When a line in the entries below contains the word "semibold", copy that line.

- - -

/** Index of the last of the first `count` sorted values that is ≤ value (0 when none is). */
export function lastAtMost(sorted: ArrayLike<number> | readonly bigint[], value: number | bigint, count: number): number {
  let lo = 0;
  let hi = count - 1;
  while (lo < hi) {
    const mid = (lo + hi + 1) >> 1;
    if (sorted[mid] <= value) lo = mid;
    else hi = mid - 1;
  }
  return lo;
}

/** Value of the run holding element `index`. */
export function runValueAt(runs: Runs, index: number): number {
  return runs.values[lastAtMost(runs.starts, index, runs.starts.length)];
}

let runStarts = new Int32Array(1024);
let runValues = new Int32Array(1024);

/** Compresses one value per element into runs (one pass into shared scratch, then copied out). */
function ensureScratch(length: number): void {
  if (runStarts.length < length) {
    runStarts = new Int32Array(length);
    runValues = new Int32Array(length);
  }
}

export function runsFromArray(values: Int32Array, length: number): Runs {
  ensureScratch(length);
  let count = 0;
  let previous = 0;
  for (let i = 0; i < length; i++) {
    const v = values[i];
    if (i === 0 || v !== previous) {
      runStarts[count] = i;
      runValues[count++] = v;
      previous = v;
    }
  }
  return { starts: runStarts.slice(0, count), values: runValues.slice(0, count) };
}

/** In `wordOwners`: the word's 32 elements do not all have one value; read them from the element array. */
export const MIXED_WORD = -2;

/**
 * Runs from a sweep that records, per 32-element word, either the one value covering it
 * (`wordOwners[w]`) or MIXED_WORD; for a mixed word, `pieceStarts[w]` has a bit at each
 * element where a piece (elements of one value, contiguous within the word) starts, and
 * `values` holds the piece's value at that element only. A partition then costs its words
 * and its pieces, not its elements: a rule's sources are unions of address objects, each a
 * contiguous stretch of elements, so a word holds a few pieces however many elements.
 */
export function runsFromPieces(values: Int32Array, wordOwners: Int32Array, pieceStarts: Int32Array, length: number): Runs {
  ensureScratch(length);
  const words = (length + 31) >>> 5;
  let count = 0;
  let previous = MIXED_WORD;
  for (let w = 0; w < words; w++) {
    const uniform = wordOwners[w];
    const base = w << 5;
    if (uniform !== MIXED_WORD) {
      if (uniform !== previous) {
        runStarts[count] = base;
        runValues[count++] = uniform;
        previous = uniform;
      }
      continue;
    }
    // Piece starts in ascending order: lowest set bit first.
    let starts = pieceStarts[w];
    while (starts !== 0) {
      const low = starts & -starts;
      const i = base + 31 - Math.clz32(low);
      const v = values[i];
      if (v !== previous) {
        runStarts[count] = i;
        runValues[count++] = v;
        previous = v;
      }
      starts ^= low;
    }
  }
  return { starts: runStarts.slice(0, count), values: runValues.slice(0, count) };
}

/** The bits of a mask where a stretch of set bits starts (set, with the bit below clear). */
export function pieceStartBits(mask: number): number {
  return mask & ~(mask << 1);
}

/**
 * Runs like `base`, except that the elements of runs whose value is flagged in `patched`
 * (indexed by value + 1) take their values from `values`; equal neighbours merge.
 */
export function patchedRuns(base: Runs, patched: Uint8Array, values: Int32Array, length: number): Runs {
  const n = base.starts.length;
  ensureScratch(length);
  let count = 0;
  let previous = MIXED_WORD;
  for (let k = 0; k < n; k++) {
    const v = base.values[k];
    const start = base.starts[k];
    if (patched[v + 1] === 0) {
      if (v !== previous) {
        runStarts[count] = start;
        runValues[count++] = v;
        previous = v;
      }
      continue;
    }
    const end = k + 1 < n ? base.starts[k + 1] : length;
    for (let i = start; i < end; i++) {
      const w = values[i];
      if (w !== previous) {
        runStarts[count] = i;
        runValues[count++] = w;
        previous = w;
      }
    }
  }
  return { starts: runStarts.slice(0, count), values: runValues.slice(0, count) };
}

/** Combines two run lists element-wise with f; equal neighbours merge. */
export function zipRuns(a: Runs, b: Runs, f: (x: number, y: number) => number): Runs {
  const na = a.starts.length;
  const nb = b.starts.length;
  ensureScratch(na + nb);
  let count = 0;
  let i = 0;
  let j = 0;
  while (i < na && j < nb) {
    const start = a.starts[i] > b.starts[j] ? a.starts[i] : b.starts[j];
    const v = f(a.values[i], b.values[j]);
    if (count === 0 || runValues[count - 1] !== v) {
      runStarts[count] = start;
      runValues[count++] = v;
    }
    const nextA = i + 1 < na ? a.starts[i + 1] : Infinity;
    const nextB = j + 1 < nb ? b.starts[j + 1] : Infinity;
    if (nextA <= nextB) i++;
    if (nextB <= nextA) j++;
  }
  return { starts: runStarts.slice(0, count), values: runValues.slice(0, count) };
}

/** Maps each run's value through `table` (indexed by value + 1, so -1 maps too); equal neighbours merge. */
export function mapRuns(a: Runs, table: Int32Array): Runs {
  const n = a.starts.length;
  ensureScratch(n);
  let count = 0;
  for (let k = 0; k < n; k++) {
    const v = table[a.values[k] + 1];
    if (count === 0 || runValues[count - 1] !== v) {
      runStarts[count] = a.starts[k];
      runValues[count++] = v;
    }
  }
  return { starts: runStarts.slice(0, count), values: runValues.slice(0, count) };
}
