/** One device's editor, as a user with a browser sees it. */
class Workspace {
  /** The revision this user last saw after their own save; forgotten after any other post. */
  private known: number | undefined;

  constructor(
    readonly client: TestClient,
    readonly slug: string,
    readonly id: string,
  ) {}

  get path(): string {
    return `/o/${this.slug}/devices/${this.id}`;
  }

  /** The revision the editor page shows: its hidden baseRevision field, or (read-only) the current revision's export link. */
  async revision(section = "interfaces"): Promise<number> {
    const page = await this.client.get(`${this.path}/model/${section}`);
    expect(page.status).toBe(200);
    const match = page.text.match(/name="baseRevision" value="(\d+)"/) ?? page.text.match(new RegExp(`href="${this.path}/revisions/(\\d+)/export"`));
    if (!match) throw new Error(`no revision on the ${section} page`);
    return Number(match[1]);
  }

  /** Posts an intent to a section, based on `base` (default: the revision the page shows now). */
  async edit(section: string, fields: Fields, base?: number): Promise<FetchResult> {
    const baseRevision = base ?? (await this.revision(section));
    this.known = undefined;
    return this.client.request(`${this.path}/model/${section}`, { method: "POST", body: formBody({ ...fields, baseRevision: String(baseRevision) }) });
  }

  /** An edit that must be saved as the next revision; returns the new revision number. */
  async save(section: string, fields: Fields): Promise<number> {
    const before = this.known ?? (await this.revision(section));
    const response = await this.edit(section, fields, before);
    expect(response.status, `${fields.intent}: ${plain(response.text).match(/Not saved[^<]*/)?.[0] ?? ""}`).toBe(302);
    expect(response.location).toBe(`${this.path}/model/${section}`);
    expect(await this.revision(section)).toBe(before + 1);
    this.known = before + 1;
    return before + 1;
  }

  async exported(revision: number): Promise<ModelDocument> {
    const response = await this.client.get(`${this.path}/revisions/${revision}/export`);
    expect(response.status).toBe(200);
    expect(response.headers.get("content-type")).toContain("application/json");
    return JSON.parse(response.text) as ModelDocument;
  }
}

async function createDevice(client: TestClient, slug: string, siteId: string, name: string, timezone = "UTC"): Promise<Workspace> {
  const response = await client.post(`/o/${slug}/devices/new`, { name, siteId, timezone });
  expect(response.status).toBe(302);
  const id = response.location?.match(new RegExp(`^/o/${slug}/devices/(${UUID})/model/interfaces$`))?.[1];
  if (!id) throw new Error(`unexpected redirect ${response.location}`);
  return new Workspace(client, slug, id);
}
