describe("Expectations: who may do what", () => {
  test("every role reads the tab and the export; engineers and above add, reviewers and trainees are refused (403)", async () => {
    for (const role of ROLES) {
      expect((await client(role).get(`${devicePath}/expectations`)).status, role).toBe(200);
      expect((await client(role).get(`${devicePath}/expectations.json`)).status, role).toBe(200);
      const allowed = roleRank(role) >= roleRank("engineer");
      const added = await post(role, `${devicePath}/expectations`, { intent: "add", ...QUIET_BOUND, id: `bound-by-${role}` });
      expect(added.status, `${role} adds`).toBe(allowed ? 302 : 403);
      const imported = await post(role, `${devicePath}/expectations`, { intent: "import", mode: "append", documentText: JSON.stringify({ format: "sallyport-expectations", version: 1, expectations: [] }) });
      expect(imported.status, `${role} imports`).toBe(allowed ? 302 : 403);
      if (!allowed) {
        for (const intent of ["edit", "delete", "move"]) {
          const refused = await post(role, `${devicePath}/expectations`, { intent, target: "bound-by-engineer", position: "1", ...QUIET_BOUND });
          expect(refused.status, `${role} ${intent}`).toBe(403);
        }
      }
    }
    // What the engineers and above added is there; the refused never were.
    const ids = (await listed()).map((item) => item.id);
    for (const role of ROLES) expect(ids.includes(`bound-by-${role}`), role).toBe(roleRank(role) >= roleRank("engineer"));
    // Clean up for the tests below: a replace import with no expectations empties the list.
    expect((await post("engineer", `${devicePath}/expectations`, { intent: "import", mode: "replace", documentText: JSON.stringify({ format: "sallyport-expectations", version: 1, expectations: [] }) })).status).toBe(302);
    expect(await listed()).toEqual([]);
  });

  test("another organisation's device answers 404, for reading, exporting and every change", async () => {
    const stranger = await signUpNewOrganisation("expect-stranger");
    // A member of another organisation asking for this one's device.
    expect((await stranger.client.get(`${devicePath}/expectations`)).status).toBe(404);
    expect((await stranger.client.get(`${devicePath}/expectations.json`)).status).toBe(404);
    expect((await stranger.client.post(`${devicePath}/expectations`, { intent: "add", ...QUIET_BOUND })).status).toBe(404);
    // This organisation's owner naming this device under the stranger's organisation, and a device id that is no device.
    const deviceId = devicePath.split("/").pop() ?? "";
    expect((await client("owner").get(`/o/${stranger.slug}/devices/${deviceId}/expectations`)).status).toBe(404);
    expect((await client("owner").post(`/o/${slug}/devices/00000000-0000-4000-8000-000000000000/expectations`, { intent: "add", ...QUIET_BOUND })).status).toBe(404);
    expect((await client("owner").get(`/o/${slug}/devices/00000000-0000-4000-8000-000000000000/expectations.json`)).status).toBe(404);
  });
});
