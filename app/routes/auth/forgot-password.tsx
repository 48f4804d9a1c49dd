import { Form, Link, useNavigation } from "react-router";
import { z } from "zod";
import type { Route } from "./+types/forgot-password";
import { appOrigin, isOutboxEnabled } from "#server/config.server";
import { fieldErrorsOf, formValues, invalidForm, readForm } from "#server/http/form.server";
import { EmailSchema } from "#server/http/schemas";
import { requestPasswordReset } from "#server/services/users.server";
import { allowRequest, throttledRefusal } from "#server/auth/throttle.server";
import { refusedForm } from "#server/http/refusals.server";
import { Button } from "#app/components/ui/button";
import { TextField } from "#app/components/ui/field";
import { clientAddressOf } from "#server/http/request-context.server";

export const meta: Route.MetaFunction = () => [{ title: "Reset your password · Sallyport" }];

export async function loader() {
  return { outboxEnabled: isOutboxEnabled() };
}

export async function action({ request, context }: Route.ActionArgs) {
  const values = formValues(await readForm(request));
  const parsed = z.object({ email: EmailSchema }).safeParse(values);
  if (!parsed.success) return invalidForm(fieldErrorsOf(parsed.error), values);
  // Per e-mail and per client address, whether or not the address has an account (so the answer tells nothing).
  const verdict = await allowRequest("reset", parsed.data.email, clientAddressOf(context));
  if (verdict.throttled) return refusedForm(throttledRefusal(verdict, "reset requests", "email"), values);
  await requestPasswordReset(parsed.data.email, appOrigin(), clientAddressOf(context));
  // The same answer whether or not the address has an account.
  return { ok: true as const, email: parsed.data.email };
}

export default function ForgotPassword({ actionData, loaderData }: Route.ComponentProps) {
  const navigation = useNavigation();
  if (actionData?.ok) {
    return (
      <>
        <h1 className="text-display">Check your e-mail</h1>
        <p className="mt-3 text-sm text-ink-muted">
          If <strong className="text-ink">{actionData.email}</strong> has a Sallyport account, a reset link is on its way. It works once and expires in 30 minutes.
        </p>
        {loaderData.outboxEnabled ? (
          <p className="mt-3 text-sm text-ink-muted">
            Running locally: the message is in the{" "}
            <Link to="/outbox" className="font-medium text-harbour underline underline-offset-4">
              local outbox
            </Link>{" "}
            (it opens once you have followed the outbox link <code>npm start</code> printed).
          </p>
        ) : null}
        <p className="mt-8 text-sm">
          <Link to="/login" className="font-medium text-harbour underline underline-offset-4">
            Back to sign-in
          </Link>
        </p>
      </>
    );
  }
  const errors: Record<string, string> = actionData && !actionData.ok ? actionData.errors : {};
  const values: Record<string, string> = actionData && !actionData.ok ? actionData.values : {};
  return (
    <>
      <h1 className="text-display">Reset your password</h1>
      <p className="mt-2 text-sm text-ink-muted">We will e-mail you a single-use link.</p>
      <Form method="post" className="mt-8 space-y-5" noValidate>
        <TextField label="E-mail" name="email" type="email" autoComplete="email" required maxLength={254} defaultValue={values.email} error={errors.email} />
        <Button type="submit" className="w-full" disabled={navigation.state === "submitting"}>
          Send reset link
        </Button>
      </Form>
      <p className="mt-6 text-sm">
        <Link to="/login" className="text-ink-muted underline underline-offset-4 hover:text-ink">
          Back to sign-in
        </Link>
      </p>
    </>
  );
}

export function headers({ actionHeaders }: Route.HeadersArgs) {
  return actionHeaders;
}
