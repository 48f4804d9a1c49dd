import { Link, Outlet } from "react-router";
import { BrandMark } from "#app/components/brand";

/** The signed-out pages: one centred card beside a short statement of what Sallyport does. */
export default function AuthLayout() {
  return (
    <div className="grid min-h-screen lg:grid-cols-[1fr_minmax(0,34rem)]">
      <aside className="relative hidden overflow-hidden bg-harbour text-on-harbour lg:flex lg:flex-col lg:justify-between lg:p-12">
        <Link to="/" className="flex items-center gap-3 text-lg font-semibold">
          <BrandMark className="size-9" />
          Sallyport
        </Link>
        <div className="max-w-md">
          <p className="text-3xl leading-tight font-semibold">Know who can reach each device's management plane — before a scanner does.</p>
          <p className="mt-4 text-on-harbour/80">
            Model listeners, accounts, login sources, second factors and inbound rules; trace a probe through every layer; review changes by their effect.
          </p>
        </div>
        <p className="text-sm text-on-harbour/80">The simulation models the configuration, not the device: confirm on the device in a maintenance window.</p>
        <svg aria-hidden="true" className="pointer-events-none absolute -right-24 -bottom-24 size-96 opacity-10" viewBox="0 0 100 100">
          <path d="M10 100V45a40 40 0 0 1 80 0v55" stroke="currentColor" strokeWidth="8" fill="none" />
        </svg>
      </aside>
      <main className="flex items-center justify-center px-6 py-12">
        <div className="w-full max-w-sm">
          <Link to="/" className="mb-8 flex items-center gap-2 text-harbour lg:hidden">
            <BrandMark className="size-8" />
            <span className="text-lg font-semibold">Sallyport</span>
          </Link>
          <Outlet />
        </div>
      </main>
    </div>
  );
}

- - -

→ **Exercise answer**:
        <Link to="/" className="flex items-center gap-3 text-lg font-semibold">
          <p className="text-3xl leading-tight font-semibold">Know who can reach each device's management plane — before a scanner does.</p>
            <span className="text-lg font-semibold">Sallyport</span>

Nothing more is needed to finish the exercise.